The IDE or ATA drives we use today have all this information preset at the factory and a real low level format would destroy the drive or at least slow it down radically...  you cannot redefine the tracks and sectors on these drives with a true low level format. Of course this is highly simplified for this discussion, but let us suffice to say that you cannot change the physical geometry of current IDE/ATA drives without destroying it...  or what a low level format does is redefine the tracks and sectors on a hard drive.  So...  this is an old term that really does not apply to today's IDE/ATA hard drives.

Now, with that said, there is a different issue of redefining the logical geometry of the drive, this is done by building partition(s) on the drive.   But, physical geometry of a drive vs. the logical geometry are quite different.

Most people today when they begin using the term Low Level Format have a real problem with an IDE hard drive, otherwise this term would not come up.  Usually, one of the following issues has occurred:

  • The drive has a boot sector virus and you cannot access clean it off the drive
  • The drive has begun to develop numerous bad sectors and they are increasing, (usually seen when running Scan Disk).
  • The drive has had Linux, WindowsNT or another operating system installed creating a Fat System on the drive incompatible with the new operating system to be installed.
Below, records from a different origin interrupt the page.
"""Draws the pictures of docs/field-records.md, from maps that have been through the whole service.

python tests/process/draw_field_records.py
"""

import sys
import tempfile
from pathlib import Path

import matplotlib as mpl
import numpy as np
from field_line import AVERAGE_SLOWNESS_MS_M, RATE_HZ, SHOTS, STEERING_M_S, shares, shot_maps
from matplotlib import pyplot as plt
from rig import Message
from rig.field_records import read_record

PICTURES = Path(__file__).resolve().parents[2] / "docs" / "pictures"
SPAN_DB = 24.0


def slowness_ms_m(message: Message) -> np.ndarray:
    """(beams,) slowness along the line that each beam looks for."""
    return 1000 * message.cosines / STEERING_M_S


def draw_record(number: int) -> None:
    """Traces of a shot, each to its own peak, distance across and time down."""
    record = read_record(number)
    samples = record.resampled(RATE_HZ)
    figure, axes = plt.subplots(figsize=(5.2, 3.6), layout="constrained")
    times = np.arange(samples.shape[1]) / RATE_HZ
    for place, trace in zip(record.receivers_m, samples, strict=True):
        axes.plot(place + 3.5 * trace / np.abs(trace).max(), times, lw=0.6, color="#20435c")
    axes.set(xlabel="distance along the line, m", ylabel="time, s", xlim=(-6, 98), ylim=(1.0, 0.0))
    axes.set_title(f"Shot {number}: source at {record.source_m:g} m", fontsize=10)
    save(figure, f"field-record-{number}.png")


def draw_maps(maps: dict[int, Message]) -> None:
    """The map of each shot, 5 to 80 Hz, level under the loudest cell."""
    figure, rows = plt.subplots(2, 2, figsize=(7.6, 5.4), layout="constrained", sharex=True, sharey=True)
    for axes, number in zip(rows.flat, SHOTS, strict=True):
        message = maps[number]
        f, u = message.frequencies_hz, message.cosines
        level = message.level_db[:, f <= 80]
        shown = level - level.max()
        mesh = axes.pcolormesh(f[f <= 80], u, shown, vmin=-SPAN_DB, vmax=0, cmap="cividis", shading="nearest")
        if number in AVERAGE_SLOWNESS_MS_M:
            axes.axhline(AVERAGE_SLOWNESS_MS_M[number] * STEERING_M_S / 1000, color="white", lw=0.9, ls="--")
        axes.set_title(f"Shot {number}: source at {read_record(number).source_m:g} m", fontsize=10)
    for axes in rows[1]:
        axes.set_xlabel("frequency, Hz")
    for axes in rows[:, 0]:
        axes.set_ylabel("cosine, steered at 140 m/s")
    figure.colorbar(mesh, ax=rows, label="level re the loudest cell, dB", shrink=0.8)
    save(figure, "field-maps.png", dpi=70)


def draw_shares(maps: dict[int, Message]) -> None:
    """What the tests judge: the share of each beam, 10 to 60 Hz."""
    figure, axes = plt.subplots(figsize=(7.0, 3.6), layout="constrained")
    styles = {2002: ("#0b5c8a", "-"), 2004: ("#c05a00", "-"), 2005: ("#8a5a9e", "--"), 2003: ("#666666", ":")}
    for number in SHOTS:
        share = shares(maps[number])
        colour, line = styles[number]
        label = f"{number}, source at {read_record(number).source_m:g} m"
        axes.plot(slowness_ms_m(maps[number]), share / share.sum(), color=colour, ls=line, label=label)
    for value in set(AVERAGE_SLOWNESS_MS_M.values()):
        axes.axvspan(0.9 * value, 1.1 * value, color="#dddddd", zorder=0)
    axes.set(xlabel="slowness along the line, ms/m", ylabel="share of a beam, 10 to 60 Hz", ylim=(0, None))
    axes.legend(frameon=False, fontsize=9)
    save(figure, "field-shares.png")


def save(figure: plt.Figure, name: str, dpi: int = 100) -> None:
    PICTURES.mkdir(parents=True, exist_ok=True)
    figure.savefig(PICTURES / name, dpi=dpi, metadata={"Software": None})
    plt.close(figure)


def main() -> int:
    """Draw them all and print the table of the page."""
    mpl.use("Agg")
    with tempfile.TemporaryDirectory() as folder:
        maps = shot_maps(Path(folder))
    draw_record(2002)
    draw_maps(maps)
    draw_shares(maps)
    for number in SHOTS:
        share, u = shares(maps[number]), maps[number].cosines
        ends = 10 * np.log10(share[u > 0.1].max() / share[u < -0.1].max())
        print(f"{number}: loudest at {slowness_ms_m(maps[number])[share.argmax()]:+.3f} ms/m, "
              f"forward over aft {ends:+.1f} dB")  # fmt: skip
    return 0


if __name__ == "__main__":
    sys.exit(main())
So...   you have these problems and you have been told to Low Level Format the drive.  I bet you are puzzled now as to how to proceed?  What you really need to do is what is referred to as reinitialize or mid-level format the drive.  

ReInitializing an IDE Drive
We have the terminology straightened out and you say, "Why does this matter?"  It matters only that you know exactly what we are doing to your hard drive.  When you reinitialize a hard drive, basically you use a utility that over writes the whole drive with ones and zeros.  Every area of the hard drive is cleansed.  

You do this by going to the hard drive manufacturer's web site and downloading the utility they provide for this purpose.  Every drive manufacturer provides just such a utility, though some of them have begun to call it a Low Level Format utility, just so they are not required to explain as I did above.

Once this process is complete, the drive will be void of any partitions.  Now, you will need to use FDISK for Microsoft products to partition the drive and then format the new partition.